I lived in a more conservative community for high school (many Asians)... and it would have just been weird for people at my school to have seen me running in a sports bra... also awkward if I stumbled upon someone who knew my parents, etc. However, in college, it was a more laid back community and I felt much more comfortable going shirtless there. Coming back for summer vacation was bad though...!

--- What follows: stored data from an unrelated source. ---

"""Lamps as scene objects: their spectra, the light they deliver, and the colour it makes.

A lamp is either

* a **point or sphere lamp** on a worldline (any motion kind): radiant power P (W),
  isotropic in its own rest frame, with a relative spectrum p(lambda) (integral 1); or
* a **distant lamp** (parallel light, like sunlight): a plane wave of irradiance E0
  (W/m^2, on a plate facing it) arriving from a fixed direction in the inertial frame the
  lamp is at rest in.

Light from a lamp reaching a surface point is Doppler-shifted by D_in (frequency in the
surface's rest frame over frequency in the lamp's), reflected in the surface's rest
frame, and shifted again by D_out on its way to the camera. The formulas, with their
sources (docs/physics.md, "Lamps"):

* point lamp, spectral irradiance on a plate in the surface's rest frame R
  (Rybicki & Lightman 1979, ch. 4, I_nu / nu^3 invariant; McKinley 1980, Am. J. Phys. 48,
  612, the D^4 of a moving point source)::

      E_lambda(lambda) = cos(theta') D_in^5 P p(D_in lambda) / (4 pi r'^2)

  with r' the lamp-to-surface distance in R (the time component, in R, of the null
  separation from the lamp event to the surface event) and theta' the angle of
  incidence in R; integrated over lambda this is D_in^4 P cos(theta') / (4 pi r'^2);
* distant lamp: a plane wave's energy flux goes as D^2 (Einstein 1905, section 8), so
  E_lambda(lambda) = cos(theta') D_in^3 E0 p(D_in lambda);
* Lambert reflection in R: L_lambda = rho(lambda) E_lambda / pi, and with ``gloss`` g a
  neutral glossy lobe: (1 - g) rho / pi + g (n + 2)/(2 pi) cos^n alpha (:func:`glossy_lobe`);
* to the camera: L_obs(lambda) = D_out^5 L_lambda(D_out lambda) (physics.md).

So a surface of linear-sRGB reflectance (r, g, b) (Mallett & Yuksel basis, as for the
co-moving-lamp surfaces of relview.light.surfaces) lit by one lamp records

    XYZ = A * sum_c rgb_c Q_c(D_in, D_out),
    Q_c(a, b) = (a b)^5 K_m integral xbar(lambda) B_c(b lambda) p(a b lambda) d lambda,

with A = P cos(theta') / (4 pi^2 r'^2) (point lamp) or E0 cos(theta') / (pi D_in^2)
(distant lamp). :class:`LitTable` tabulates Q over (ln(D_in D_out), ln D_out).

This module sits in the light layer: it knows spectra and formulas, not scenes; the
per-pixel geometry (lamp events, shadow rays) is relview.illumination's.
"""

from __future__ import annotations

import math
from collections.abc import Callable, Hashable

import numpy as np
from numba import njit, prange

from relview.light import spectrum, surfaces
from relview.light.spectrum import K_M_LM_PER_W

#: Wien's displacement constant b = lambda_max T, nm K (CODATA 2018: 2.897771955e-3 m K)
WIEN_NM_K = 2.897771955e6
#: keys that choose a lamp's spectrum (exactly one is given)
SPECTRUM_KEYS = ("blackbody", "line", "lines", "spectrum", "illuminant")
#: standard illuminants a lamp may name
ILLUMINANTS = surfaces.NAMED_LAMPS
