"""Retarded-time ray casting: the heart of relview.

Every pixel's light arrived at the camera's exposure event E = (ct_c, x_c) along a
backward null ray in the scene frame S,

    P(l) = (ct_c - l, x_c + l d),   l >= 0,

with d the unit direction towards the source (after aberration). The first surface
met along that ray (smallest l) is what the pixel sees, and P(l_hit) is the emission
event: where and when the surface point was as the light left it.

Exact method for uniform motion (physics.md): map E and the ray's 4-direction
k = (-1, d) into the body's rest frame with the Lorentz boost; there the body is
static and one ordinary ray/mesh intersection gives the hit. The map is linear, so
the rest-frame ray keeps the S-frame parameter l and hits of bodies in different
frames are compared directly by l: occlusion between bodies of different velocities
is exact.

Effect switches change only the map and the 4-direction:

* ``delay`` off: k = (0, d), light instantaneous, every hit is at time t_c;
* ``contraction`` off: the Galilean map (ct, x) -> (ct, x - beta ct) replaces the boost.

Every cast works relative to a reference event R, the exposure event (``reference`` =
(t_R in s, x_R in m)): start events and frame-group origins are passed to the kernels as
E - R and e0 - R, so the kernels see small numbers wherever the scene sits in time and
space, and R is added back only to the reported emission events. Light-cone snapshots
are built in the same coordinates (their vertices are x - x_R).

Bodies with equal velocity share a rest frame and one bounding-volume hierarchy.
Bodies whose motion is not uniform are handed to :mod:`relview.geometry.lightcone`, which
turns them into static meshes on the camera's past light cone; those join here as a
frame with beta = 0.
"""

from __future__ import annotations

from dataclasses import dataclass

import numpy as np
from numba import njit, prange

from relview.geometry import bvh as bvh_mod
from relview.kinematics.clocks import clock_coordinate
from relview.kinematics.lorentz import (
    C,
    boost_matrix,
    camera_gamma,
    doppler_along,
    doppler_at,
    galilean_matrix,
)
from relview.scene.parts import Effects
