def load_mesh_file(path: str | Path, scale: float = 1.0, center: bool = True) -> MeshData:
    """Read a mesh file into the rest frame (no rotation): scaled, optionally centred.

    ``center``: shift the mesh so the centre of its bounding box is at the origin.
    Cached per (path, modification time, file size, scale, center).
    """
    path = Path(path)
    try:
        st = path.stat()
        stamp = (st.st_mtime_ns, st.st_size)
    except OSError:
        stamp = None  # _read_mesh_file reports the problem
    key = (str(path.resolve()), stamp, float(scale), bool(center))
    cached = _FILE_CACHE.get(key) if stamp is not None else None
    if cached is not None:
        return cached
    raw = _read_mesh_file(path)
    with np.errstate(over="ignore"):
        vertices = raw.vertices * float(scale)
    _check_magnitude(vertices, path, f"scale = {float(scale):.6g} gives vertex coordinates")
    if center:
        lo, hi = vertices.min(axis=0), vertices.max(axis=0)
        vertices = vertices - (lo + hi) / 2.0
    result = _mesh(vertices, raw.faces, raw.uv, source=raw.source)
    if len(_FILE_CACHE) >= _FILE_CACHE_LIMIT:
        _FILE_CACHE.pop(next(iter(_FILE_CACHE)))
    _FILE_CACHE[key] = result
    return result


def clear_cache() -> None:
    """Forget cached meshes (files and primitives)."""
    _FILE_CACHE.clear()
    for f in (_box, _sphere, _cylinder, _plane):
        f.cache_clear()


# --------------------------------------------------------------------------- bodies


def _detail(body) -> int:
    return DEFAULT_DETAIL if getattr(body, "detail", None) is None else int(body.detail)


def _unrotated(body) -> MeshData:
    shape = body.shape
    if shape == "box":
        sx, sy, sz = (float(s) for s in body.size)
        return _box(sx, sy, sz)
    if shape == "sphere":
        return _sphere(float(body.radius), _detail(body))
    if shape == "cylinder":
        return _cylinder(float(body.radius), float(body.height), _detail(body))
    if shape == "plane":
        sx, sy = (float(s) for s in body.size)
        return _plane(sx, sy)
    if shape == "mesh":
        return load_mesh_file(body.file, scale=body.scale, center=getattr(body, "center", True))
    raise ValueError(f"unknown shape {shape!r}; expected one of {', '.join(SHAPES)}")


def mesh_data(body) -> MeshData:
    """The body's triangle mesh in its rest frame (m), rotation applied, UVs if any."""
    base = _unrotated(body)
    rotation = np.asarray(getattr(body, "rotation", np.zeros(3)), float)
    if not np.any(rotation):
        return base
    r = body.rotation_matrix()
    return _mesh(base.vertices @ r.T, base.faces, base.uv, source=base.source)


def build_mesh(body):
    """The body's rest-frame mesh as a trimesh.Trimesh (UVs in ``visual.uv`` when present)."""
    return mesh_data(body).to_trimesh()


def body_bounds(body) -> float:
    """Radius (m) of the smallest origin-centred sphere holding the body's rest-frame mesh."""
    return float(np.sqrt((mesh_data(body).vertices ** 2).sum(axis=1).max()))
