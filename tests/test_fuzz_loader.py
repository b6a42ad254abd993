"""Property-based fuzzing of the scene loader: bad input gives a UserError, never a crash.

The property (the project's rule for bad input, docs/errors.md): whatever a scene file
or a scene dict holds, ``load_scene`` / ``scene_from_dict`` either return a Scene or
raise :class:`relview.errors.UserError`. Any other exception would reach the user as
an internal error (exit status 1) and is a bug in the loader.

Inputs:

* random TOML-like structures: nested tables of known and unknown keys with values
  of every TOML type (booleans, huge and negative integers, NaN, +-inf, strings
  that look like paths or code, lists, nested tables);
* the demo scenes in scenes/ with values replaced, keys deleted or added at random
  places of the parsed structure;
* the demo scene texts with random character edits, read through ``load_scene``
  (TOML syntax errors, broken strings, truncated files);
* the demo scene texts with a deeply nested value (arrays or inline tables, up to 1000
  levels) or a huge string (up to 9 MB, beyond the scene-file size cap) inserted, and
  dicts nested deeper than Python's recursion limit.

The CI profile is short (``RELVIEW_FUZZ_EXAMPLES`` examples per test, default 200).
For a long run outside CI::

    RELVIEW_FUZZ_EXAMPLES=20000 /tmp/venv/bin/pytest tests/test_fuzz_loader.py -q -m "slow or not slow"

The slow tests also render demo scenes with extreme numbers at 4 x 3 pixels.
"""

from __future__ import annotations

import copy
import math
import os
import tomllib
import warnings
from pathlib import Path

import numpy as np
import pytest
from hypothesis import HealthCheck, event, given, settings
from hypothesis import strategies as st

import relview
from relview.errors import MeshWarning, UserError
from relview.scene.model import Scene, load_scene, scene_from_dict

REPO = Path(__file__).resolve().parents[1]
DEMO_SCENES = sorted((REPO / "scenes").glob("*.toml"))
EXAMPLES = int(os.environ.get("RELVIEW_FUZZ_EXAMPLES", "200"))

FUZZ_SETTINGS = settings(
    max_examples=EXAMPLES,
    deadline=None,
    suppress_health_check=[
        HealthCheck.too_slow,
        HealthCheck.data_too_large,
        HealthCheck.function_scoped_fixture,
    ],
    derandomize=False,
)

Thoughts: A restrictive social context is, with minor tweaks to the context, a common complaint. It's easy enough to glibly say that, for change to come, someone must be the first to 'cross the line', but guaranteed opprobrium is hard to withstand. Finding 'a really quiet area' to run in is unwise since there may be safety risks. Joining a gym for jogbraed treadmill running might work, though most gyms would frown on males going shirtless. But there's the cash outlay to consider, and you might think the outdoors more inviting anyway. Another tricky one.


Abobo said...

Hey, I have a suggestion for question #2, regarding sweat pouring down your body. Of course, same thing happens to me, and I just accept it. I have gotten used, over the years, to wringing and hanging my shorts after workouts! First off, for the sweat that pours down your arms, a pair of Nike or Adidas wristbands is indispensable. Now, though this will not fly for a lot of guys, a solution I have for very hot days where I am worried about getting drenched, as well as for runs in a public facility where a shirt might be required, you might consider a half shirt. You can laugh, but they serve a purpose. They are NOT just gay fashion (god bless you if you are, I myself am straight) and they are NOT for "showing off your abs." They were invented so men could air out their body and be comfortable as they run, but also soak up some sweat...which they do, believe me. And as long as you have one that's not tight, you will feel great as you run. Hey, while we're at it, that solves question #1's issue! Great way to cover your upper back and shoulders! (OK, OK I do have a personal stake in this, I sell half shirts for men.) I'll just say, don't knock it until you really consider it.

Anonymous said...

My suggestion for the 1st question is for him to just go ahead and shed the shirt. I think many of us get hung-up on having the idea body type to run shirtless and I am far from it. For me, the hardest part about running shirtless was just getting up the nerve to shed my shirt before the run. I no longer wear a singlet when I heading out to my running destinations, instead I just toss on an old t-shirt and upon arriving I pop the t-shirt off before exiting the car. I have since discovered that once my shirt is off, the uneasiness quickly goes away, which allows me to enjoy my run shirt free.

Anonymous said...

I agree with the answer for Q1. The sun, even when it doesn't appear warm will help to dry his back out and go out with a friend (even if they don't want to run barechested)and you'll find people will barely give you a second glance.

Anonymous said...

I have a similar problem tot he poster in item 1 in that I have scars on my chest, shoulder, and neck from burns. First trick I try to use is recognizing that people can see the scars on my neck all the time, anyway, and I don't get unusual reactions from people. Secondly, the scars are not anything I can do anything about - they are a part of me and who I am. Finally, I think the poster answered his own question in that he "imagines" people staring and "thinking" somebody would be offended. These limiting thoughts are eminating from within him, and not anyone else. He would do well to let go of them. Having said that, though, I know how hard that is to do.